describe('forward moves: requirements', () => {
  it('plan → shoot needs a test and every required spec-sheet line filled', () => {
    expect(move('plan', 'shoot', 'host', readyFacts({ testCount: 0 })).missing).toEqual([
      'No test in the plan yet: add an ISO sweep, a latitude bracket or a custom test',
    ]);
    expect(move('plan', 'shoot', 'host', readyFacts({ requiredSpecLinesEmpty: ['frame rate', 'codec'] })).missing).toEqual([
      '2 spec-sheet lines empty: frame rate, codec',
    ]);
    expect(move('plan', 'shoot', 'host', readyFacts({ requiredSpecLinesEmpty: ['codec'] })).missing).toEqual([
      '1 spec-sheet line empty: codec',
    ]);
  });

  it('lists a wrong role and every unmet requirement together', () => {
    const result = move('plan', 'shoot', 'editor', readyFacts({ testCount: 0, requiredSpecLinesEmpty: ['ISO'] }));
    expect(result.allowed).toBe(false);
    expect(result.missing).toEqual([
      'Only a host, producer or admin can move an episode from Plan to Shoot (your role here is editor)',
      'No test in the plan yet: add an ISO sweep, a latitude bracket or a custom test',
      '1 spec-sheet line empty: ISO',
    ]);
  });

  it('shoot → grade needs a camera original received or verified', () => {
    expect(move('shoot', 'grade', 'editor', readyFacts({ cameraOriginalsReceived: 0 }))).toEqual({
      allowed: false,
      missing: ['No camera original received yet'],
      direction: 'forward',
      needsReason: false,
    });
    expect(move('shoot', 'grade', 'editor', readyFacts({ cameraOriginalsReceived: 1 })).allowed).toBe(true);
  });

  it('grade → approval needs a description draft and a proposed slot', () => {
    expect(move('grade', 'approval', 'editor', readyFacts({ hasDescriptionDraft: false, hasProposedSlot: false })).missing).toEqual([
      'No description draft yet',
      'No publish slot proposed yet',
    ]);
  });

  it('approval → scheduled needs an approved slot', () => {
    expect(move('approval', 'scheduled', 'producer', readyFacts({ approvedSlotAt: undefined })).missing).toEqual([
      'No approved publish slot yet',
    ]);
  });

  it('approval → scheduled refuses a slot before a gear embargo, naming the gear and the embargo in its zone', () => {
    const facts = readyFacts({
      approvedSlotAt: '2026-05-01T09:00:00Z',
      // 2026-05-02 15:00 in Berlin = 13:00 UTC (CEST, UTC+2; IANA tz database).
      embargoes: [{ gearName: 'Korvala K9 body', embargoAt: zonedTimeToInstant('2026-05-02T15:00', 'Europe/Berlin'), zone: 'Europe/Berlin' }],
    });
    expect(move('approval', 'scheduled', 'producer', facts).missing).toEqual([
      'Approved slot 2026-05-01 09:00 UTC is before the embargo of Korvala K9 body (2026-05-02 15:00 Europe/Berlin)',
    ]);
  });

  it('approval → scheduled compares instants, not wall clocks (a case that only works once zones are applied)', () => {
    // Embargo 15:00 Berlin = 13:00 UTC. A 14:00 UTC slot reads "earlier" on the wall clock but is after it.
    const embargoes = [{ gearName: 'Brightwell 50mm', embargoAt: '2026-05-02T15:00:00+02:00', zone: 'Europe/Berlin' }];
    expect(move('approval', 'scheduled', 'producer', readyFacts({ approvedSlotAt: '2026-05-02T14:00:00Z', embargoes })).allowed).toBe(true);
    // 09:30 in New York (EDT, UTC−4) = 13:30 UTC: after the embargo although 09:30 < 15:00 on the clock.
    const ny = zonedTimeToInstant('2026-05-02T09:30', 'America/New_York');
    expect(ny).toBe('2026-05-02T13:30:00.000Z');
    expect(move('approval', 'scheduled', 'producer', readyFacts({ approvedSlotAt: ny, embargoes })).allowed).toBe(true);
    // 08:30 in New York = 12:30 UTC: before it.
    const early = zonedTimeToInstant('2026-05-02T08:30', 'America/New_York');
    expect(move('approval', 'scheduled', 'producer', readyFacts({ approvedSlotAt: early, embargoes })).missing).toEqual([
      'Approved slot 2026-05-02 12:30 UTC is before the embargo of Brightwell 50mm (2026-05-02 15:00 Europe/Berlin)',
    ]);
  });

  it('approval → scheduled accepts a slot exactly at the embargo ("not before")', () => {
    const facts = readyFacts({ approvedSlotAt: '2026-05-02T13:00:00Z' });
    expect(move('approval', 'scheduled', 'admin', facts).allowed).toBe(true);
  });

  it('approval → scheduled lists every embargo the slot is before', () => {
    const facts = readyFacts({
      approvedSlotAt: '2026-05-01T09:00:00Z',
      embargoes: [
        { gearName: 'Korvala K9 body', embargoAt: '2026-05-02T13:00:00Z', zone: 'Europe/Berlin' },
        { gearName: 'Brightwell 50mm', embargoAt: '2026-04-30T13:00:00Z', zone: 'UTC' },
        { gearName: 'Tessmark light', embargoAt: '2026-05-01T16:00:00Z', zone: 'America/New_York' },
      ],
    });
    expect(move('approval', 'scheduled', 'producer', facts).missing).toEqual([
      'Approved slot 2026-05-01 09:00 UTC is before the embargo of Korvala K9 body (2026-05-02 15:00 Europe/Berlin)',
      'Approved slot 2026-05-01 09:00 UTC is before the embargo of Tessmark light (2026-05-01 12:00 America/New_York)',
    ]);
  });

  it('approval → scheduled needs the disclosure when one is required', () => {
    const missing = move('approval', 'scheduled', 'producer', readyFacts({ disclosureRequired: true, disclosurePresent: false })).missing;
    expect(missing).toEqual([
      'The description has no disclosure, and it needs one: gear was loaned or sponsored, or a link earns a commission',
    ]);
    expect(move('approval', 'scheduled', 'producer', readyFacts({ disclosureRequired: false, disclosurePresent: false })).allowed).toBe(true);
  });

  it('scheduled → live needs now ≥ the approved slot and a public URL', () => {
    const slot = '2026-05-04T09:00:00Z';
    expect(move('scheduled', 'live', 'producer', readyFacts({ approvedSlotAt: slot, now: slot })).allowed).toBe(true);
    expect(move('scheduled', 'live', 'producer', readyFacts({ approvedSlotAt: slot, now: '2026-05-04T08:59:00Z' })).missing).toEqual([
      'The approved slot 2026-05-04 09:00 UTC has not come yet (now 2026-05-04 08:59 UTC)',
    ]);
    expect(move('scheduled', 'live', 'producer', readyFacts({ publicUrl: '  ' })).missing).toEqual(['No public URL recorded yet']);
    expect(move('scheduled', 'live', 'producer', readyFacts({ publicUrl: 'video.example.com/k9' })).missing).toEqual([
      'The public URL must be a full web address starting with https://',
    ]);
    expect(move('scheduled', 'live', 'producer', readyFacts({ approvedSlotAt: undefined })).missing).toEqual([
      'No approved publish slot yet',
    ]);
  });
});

= = = =

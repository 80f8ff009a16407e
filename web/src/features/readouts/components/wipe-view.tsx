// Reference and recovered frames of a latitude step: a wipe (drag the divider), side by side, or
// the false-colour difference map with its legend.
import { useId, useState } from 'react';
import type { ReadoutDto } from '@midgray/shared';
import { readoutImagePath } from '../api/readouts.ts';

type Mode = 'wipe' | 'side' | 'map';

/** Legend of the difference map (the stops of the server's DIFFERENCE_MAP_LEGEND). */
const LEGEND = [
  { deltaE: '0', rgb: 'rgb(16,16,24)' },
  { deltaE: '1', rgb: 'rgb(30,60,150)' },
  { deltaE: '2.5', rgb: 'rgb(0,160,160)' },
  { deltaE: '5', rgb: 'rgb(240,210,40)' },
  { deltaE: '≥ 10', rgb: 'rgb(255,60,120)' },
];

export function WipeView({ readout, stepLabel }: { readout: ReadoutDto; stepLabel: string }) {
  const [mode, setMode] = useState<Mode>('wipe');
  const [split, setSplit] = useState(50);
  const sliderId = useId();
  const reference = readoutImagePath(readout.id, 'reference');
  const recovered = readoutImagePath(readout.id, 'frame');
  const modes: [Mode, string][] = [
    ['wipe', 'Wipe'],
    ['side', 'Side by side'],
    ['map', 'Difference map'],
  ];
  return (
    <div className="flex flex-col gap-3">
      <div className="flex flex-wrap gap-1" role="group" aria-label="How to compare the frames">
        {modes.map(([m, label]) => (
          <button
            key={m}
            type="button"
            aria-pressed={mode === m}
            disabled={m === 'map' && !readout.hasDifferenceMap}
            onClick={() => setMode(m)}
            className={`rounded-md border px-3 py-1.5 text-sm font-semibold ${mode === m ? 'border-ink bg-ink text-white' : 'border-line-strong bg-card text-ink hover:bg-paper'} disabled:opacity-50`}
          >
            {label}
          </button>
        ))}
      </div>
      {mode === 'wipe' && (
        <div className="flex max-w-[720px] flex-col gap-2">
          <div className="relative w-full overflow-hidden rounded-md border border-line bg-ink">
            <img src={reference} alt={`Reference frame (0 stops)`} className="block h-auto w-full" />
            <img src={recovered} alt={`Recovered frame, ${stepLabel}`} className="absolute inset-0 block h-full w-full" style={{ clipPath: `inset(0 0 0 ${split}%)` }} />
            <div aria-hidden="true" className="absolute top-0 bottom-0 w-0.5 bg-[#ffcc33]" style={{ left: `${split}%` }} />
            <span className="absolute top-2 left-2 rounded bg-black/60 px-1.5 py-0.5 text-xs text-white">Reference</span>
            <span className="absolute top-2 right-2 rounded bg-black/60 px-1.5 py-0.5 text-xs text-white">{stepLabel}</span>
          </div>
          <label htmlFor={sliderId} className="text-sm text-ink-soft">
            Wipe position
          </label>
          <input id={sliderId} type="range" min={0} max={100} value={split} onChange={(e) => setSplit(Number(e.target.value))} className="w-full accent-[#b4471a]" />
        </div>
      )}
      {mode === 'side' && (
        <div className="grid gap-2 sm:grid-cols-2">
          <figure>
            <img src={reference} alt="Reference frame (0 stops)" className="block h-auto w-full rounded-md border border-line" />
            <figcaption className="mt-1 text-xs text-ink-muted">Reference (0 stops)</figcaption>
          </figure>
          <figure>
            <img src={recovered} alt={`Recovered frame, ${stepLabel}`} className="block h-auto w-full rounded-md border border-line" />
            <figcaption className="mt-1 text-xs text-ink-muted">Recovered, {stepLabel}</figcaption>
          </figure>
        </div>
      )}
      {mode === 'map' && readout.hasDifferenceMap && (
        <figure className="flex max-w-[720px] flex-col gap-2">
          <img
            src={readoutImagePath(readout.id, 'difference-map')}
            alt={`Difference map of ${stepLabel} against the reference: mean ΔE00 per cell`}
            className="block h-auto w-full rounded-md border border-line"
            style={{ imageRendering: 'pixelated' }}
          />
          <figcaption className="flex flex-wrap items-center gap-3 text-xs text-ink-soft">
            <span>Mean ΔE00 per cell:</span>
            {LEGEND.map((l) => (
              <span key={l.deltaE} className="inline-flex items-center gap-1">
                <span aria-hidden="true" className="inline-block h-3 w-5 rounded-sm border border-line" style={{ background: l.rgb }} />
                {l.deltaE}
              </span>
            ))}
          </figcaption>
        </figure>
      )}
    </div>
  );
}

= = = =

> What is needed:
In the material above, please find every line that includes the word "deltaE" and copy it.

> Finished exercise:
  { deltaE: '0', rgb: 'rgb(16,16,24)' },
  { deltaE: '1', rgb: 'rgb(30,60,150)' },
  { deltaE: '2.5', rgb: 'rgb(0,160,160)' },
  { deltaE: '5', rgb: 'rgb(240,210,40)' },
  { deltaE: '≥ 10', rgb: 'rgb(255,60,120)' },
              <span key={l.deltaE} className="inline-flex items-center gap-1">
                {l.deltaE}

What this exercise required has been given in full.